- What you should do -
Search the records for the string "const", and show each line where it appears.

Stored entries:
▶
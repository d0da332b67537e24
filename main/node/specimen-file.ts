import type { FilePort } from "#main/node/file-port.ts";
import { readJsonFile } from "#main/node/whole-file.ts";
import type { SpecimenPatch } from "#shared/api/routes.ts";
import type { SpecimenRecord } from "#shared/api/specimen.ts";
import { parseSpecimenRecord } from "#shared/api/specimen-record.ts";
import { unreadable } from "#shared/errors.ts";

/** The specimen record at `path`; undefined when there is none. @throws unreadable-input */
export async function readSpecimenFile(files: FilePort, path: string, id: string): Promise<SpecimenRecord | undefined> {
  const value = await readJsonFile(files, path, `specimen.json of ${id}`);
  if (value === undefined) return undefined;
  const file = `specimen.json of ${id}`;
  const record = parseSpecimenRecord(value, file);
  if (record.id !== id) throw unreadable(file, `id ${id}, as its folder is named`, `id ${record.id}`);
  return record;
}

/** The record with a patch applied; what belongs to the volume goes there. */
export function patchedSpecimen(record: SpecimenRecord, patch: SpecimenPatch): SpecimenRecord {
  const { blurFwhmMm, handedness, ...plain } = patch;
  const volume = {
    ...record.volume,
    ...(blurFwhmMm === undefined ? {} : { blurFwhmMm }),
    ...(handedness === undefined ? {} : { handedness }),
  };
  return { ...record, ...plain, volume };
}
◀
- Written response -
  const value = await readJsonFile(files, path, `specimen.json of ${id}`);
  const file = `specimen.json of ${id}`;
  const record = parseSpecimenRecord(value, file);
  const { blurFwhmMm, handedness, ...plain } = patch;
  const volume = {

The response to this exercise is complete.